### [Exercise materials]
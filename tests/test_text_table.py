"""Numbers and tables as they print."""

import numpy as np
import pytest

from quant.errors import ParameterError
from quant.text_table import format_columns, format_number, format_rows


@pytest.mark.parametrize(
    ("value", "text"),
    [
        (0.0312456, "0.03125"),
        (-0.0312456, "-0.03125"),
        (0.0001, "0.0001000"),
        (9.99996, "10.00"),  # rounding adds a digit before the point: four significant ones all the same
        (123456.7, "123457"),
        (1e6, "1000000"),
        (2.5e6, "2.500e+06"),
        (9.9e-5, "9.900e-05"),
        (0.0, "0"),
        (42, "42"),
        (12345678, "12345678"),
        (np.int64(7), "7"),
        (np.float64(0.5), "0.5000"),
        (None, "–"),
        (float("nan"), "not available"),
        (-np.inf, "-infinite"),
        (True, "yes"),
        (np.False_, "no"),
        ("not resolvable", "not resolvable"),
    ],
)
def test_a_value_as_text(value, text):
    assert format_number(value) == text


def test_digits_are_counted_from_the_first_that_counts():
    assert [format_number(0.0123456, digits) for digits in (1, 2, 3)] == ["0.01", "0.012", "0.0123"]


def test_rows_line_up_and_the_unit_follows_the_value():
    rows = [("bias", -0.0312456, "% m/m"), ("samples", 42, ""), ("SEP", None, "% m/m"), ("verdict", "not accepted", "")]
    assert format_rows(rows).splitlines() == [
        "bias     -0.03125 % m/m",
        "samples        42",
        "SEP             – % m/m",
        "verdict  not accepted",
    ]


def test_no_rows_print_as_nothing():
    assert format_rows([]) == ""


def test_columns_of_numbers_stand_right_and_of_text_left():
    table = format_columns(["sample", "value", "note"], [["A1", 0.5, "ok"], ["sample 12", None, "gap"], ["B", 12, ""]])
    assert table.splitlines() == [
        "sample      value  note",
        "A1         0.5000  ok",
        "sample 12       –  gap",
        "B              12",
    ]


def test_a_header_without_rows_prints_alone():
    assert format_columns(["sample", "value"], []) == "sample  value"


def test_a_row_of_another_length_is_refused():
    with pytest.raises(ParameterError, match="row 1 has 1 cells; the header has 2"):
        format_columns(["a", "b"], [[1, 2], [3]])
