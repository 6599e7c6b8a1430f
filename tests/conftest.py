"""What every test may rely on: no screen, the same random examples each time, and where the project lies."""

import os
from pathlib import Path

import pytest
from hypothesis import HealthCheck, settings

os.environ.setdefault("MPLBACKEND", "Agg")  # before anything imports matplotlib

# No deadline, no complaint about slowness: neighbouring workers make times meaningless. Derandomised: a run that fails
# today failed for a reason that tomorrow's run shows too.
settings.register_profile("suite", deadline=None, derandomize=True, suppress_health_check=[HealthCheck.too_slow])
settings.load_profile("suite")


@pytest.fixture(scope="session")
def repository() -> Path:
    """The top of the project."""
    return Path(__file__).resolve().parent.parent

### [What you are asked to do]
The answer must be every line from the entries above that holds the string "True".

### [Task solution]
        (True, "yes"),
settings.register_profile("suite", deadline=None, derandomize=True, suppress_health_check=[HealthCheck.too_slow])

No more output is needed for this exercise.